The past week featured the seven hottest days on Earth in recorded history due to climate change and El Niño

SACRAMENTO, Calif. —

While California has been treated to mild, even below average temperatures the past week, the Earth has seen the hottest temperatures ever recorded.  

The record-setting streak began on July 3 when the average temperature on Earth reached 62.6 degrees Fahrenheit, breaking the previous record set in August of 2016. 

July 6 now holds the record at 63.01 degrees Fahrenheit, and the past week features the seven hottest days on Earth in recorded history.

While this was happening, Sacramento was experiencing one if its cooler July stretches in recent history. Downtown Sacramento had only its eighth day with a high temperature not reaching 80 degrees in the month of July since 2000, according to the National Weather Service.

Global average temperature is an abstract concept, said Dr. Andrew Pershing of Climate Central. 

“This is, I think, really hard to put in perspective, right? This is a temperature that's the average over the planet. It's a temperature that in some ways, nobody experiences, but it's a temperature that in some ways, everybody experiences,” said Pershing 

Data from the University of Maine shows the week of July 4 was the hottest week since their data collection began in the 1970s. 

Credit: climatereanalyzer.org
The dark black line that represents global average temperature this year can be seen to shoot past the previous record

“This is based on reanalysis that NOAA does every day. So they take weather observations and models and kind of smush them together. And so it's a really our first look at the numbers,” said Pershing. 

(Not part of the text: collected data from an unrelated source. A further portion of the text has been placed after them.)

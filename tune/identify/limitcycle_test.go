package identify

import (
	"math"
	"testing"
)

// One lag with dead time under a symmetric relay, in closed form: without hysteresis
// the period is 2T·ln(2e^(L/T) − 1) and the amplitude K·d·(1 − e^(−L/T)). Q.-G. Wang, C.-C. Hang and
// B. Zou, Ind. Eng. Chem. Res. 36 (1997) 1530 (*from memory*).
func TestLimitCycleClosedForm(t *testing.T) {
	for _, c := range []struct{ gain, tau, dead, d, eps float64 }{
		{20, 0.08, 0.02, 1, 0}, {20, 0.08, 0.3, 1, 0}, {3, 1, 0.01, 5, 0}, {20, 0.08, 0.01, 1, 4}, {5, 0.2, 0, 2, 3},
	} {
		got, err := Plant{Gain: c.gain, Tau: c.tau, Dead: c.dead}.LimitCycle(Relay{High: c.d, Low: -c.d, Upper: c.eps, Lower: -c.eps})
		if err != nil {
			t.Fatalf("%+v: %v", c, err)
		}
		// The speed passes ε, goes on for L towards K·d, and falls to −ε from there.
		peak := c.gain*c.d - (c.gain*c.d-c.eps)*math.Exp(-c.dead/c.tau)
		half := c.dead + c.tau*math.Log((c.gain*c.d+peak)/(c.gain*c.d-c.eps))
		if c.eps == 0 {
			if want := 2 * c.tau * math.Log(2*math.Exp(c.dead/c.tau)-1); math.Abs(2*half/want-1) > 1e-12 {
				t.Errorf("the test's own forms disagree: %g and %g", 2*half, want)
			}
		}
		if math.Abs(got.Up/half-1) > 1e-8 || math.Abs(got.Down/half-1) > 1e-8 || math.Abs(got.Max/peak-1) > 1e-8 || math.Abs(got.Min/peak+1) > 1e-8 {
			t.Errorf("%+v: %+v, want %g each way and ±%g", c, got, half, peak)
		}
	}
}

// Two lags, lopsided levels, thresholds and friction, against the loop run by small
// explicit steps.
func TestLimitCycleAgainstTheLoopItself(t *testing.T) {
	p := Plant{Gain: 22, Tau: 0.08, Tau2: 0.012, Dead: 0.004, Offset: 1.1}
	r := Relay{High: 7.5, Low: 4.6, Upper: 112, Lower: 104, Delay: 0.006}
	got, err := p.LimitCycle(r)
	if err != nil {
		t.Fatal(err)
	}
	const h = 2e-6
	lag := int(math.Round((p.Dead + r.Delay) / h))
	line := make([]float64, lag)
	for i := range line {
		line[i] = r.High
	}
	x1, x2, u := 100.0, 100.0, r.High
	max, min := 0.0, math.Inf(1)
	var ups []int
	var downs []int
	for i := 0; i < 1_500_000; i++ {
		v := line[i%lag]
		line[i%lag] = u
		x1 += h / p.Tau * (p.Gain*(v-p.Offset) - x1)
		x2 += h / p.Tau2 * (x1 - x2)
		switch {
		case u == r.High && x2 >= r.Upper:
			u = r.Low
			downs = append(downs, i)
		case u == r.Low && x2 <= r.Lower:
			u = r.High
			ups = append(ups, i)
		}
		if i > 1_000_000 {
			max, min = math.Max(max, x2), math.Min(min, x2)
		}
	}
	n := len(ups)
	if n < 10 {
		t.Fatalf("%d cycles", n)
	}
	period := float64(ups[n-1]-ups[n-2]) * h
	up := 0.0
	for _, d := range downs {
		if d > ups[n-2] && d < ups[n-1] {
			up = float64(d-ups[n-2]) * h
		}
	}
	for _, c := range []struct {
		what      string
		got, want float64
	}{{"period", got.Period(), period}, {"high part", got.Up, up}, {"largest", got.Max, max}, {"smallest", got.Min, min}} {
		if math.Abs(c.got/c.want-1) > 1e-3 {
			t.Errorf("%s: %.6g, the loop itself has %.6g", c.what, c.got, c.want)
		}
	}
}

// Gain and phase by the describing function are off on such a plant, which is why
// the exact equations are used: 4d/(πa) against 1/|G| at the cycle's frequency.
func TestDescribingFunctionIsOff(t *testing.T) {
	p := Plant{Gain: 20, Tau: 0.08, Dead: 0.02}
	c, err := p.LimitCycle(Relay{High: 1, Low: -1})
	if err != nil {
		t.Fatal(err)
	}
	ku, _, _ := FreqFit{Gain: p.Gain, Tau: p.Tau, Dead: p.Dead}.Model().Ultimate(0)
	if off := 4/math.Pi/c.Max/ku - 1; math.Abs(off) < 0.05 {
		t.Errorf("off by %.3f only: the comparison says nothing", off)
	}
}

func TestRelayThatDoesNotCycle(t *testing.T) {
	if _, err := (Plant{Gain: 20, Tau: 0.1, Dead: 0.01}).LimitCycle(Relay{High: 1, Low: -1, Upper: 25, Lower: -5}); err == nil {
		t.Error("an upper threshold that is never reached was taken")
	}
}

Even though the dataset only goes back to the 1970s, there are various tools and methods that can be used to compare the current climate to the past. 

“If you look at the ice core data from Greenland, you see that the temperatures that we're experiencing now are the warmest that we've probably experienced on the planet in the last 125,000 years,” said Pershing. 

Human-caused climate change will continue to push temperatures to new heights. The average peak of global average temperature typically occurs in early August, so it is possible Earth continues to break records this summer. 

The development of El Niño also plays a role in the record-breaking heat. 2016 featured a strong El Niño and still holds the record as the warmest year in recorded history. 

Pershing reaffirms that the cool and wet start to the year in California does not work as evidence against climate change. 

“I think these global patterns are really like, that's the strongest evidence for climate change. As you move down to smaller and smaller chunks of the planet, you see more and more kinds of variability coming into play. So the fact that California is cooler this spring... El Niño is probably had a big part of that,” said Pershing.

With a heatwave on the way for California, the effects of climate change and record heat will hit much closer to home.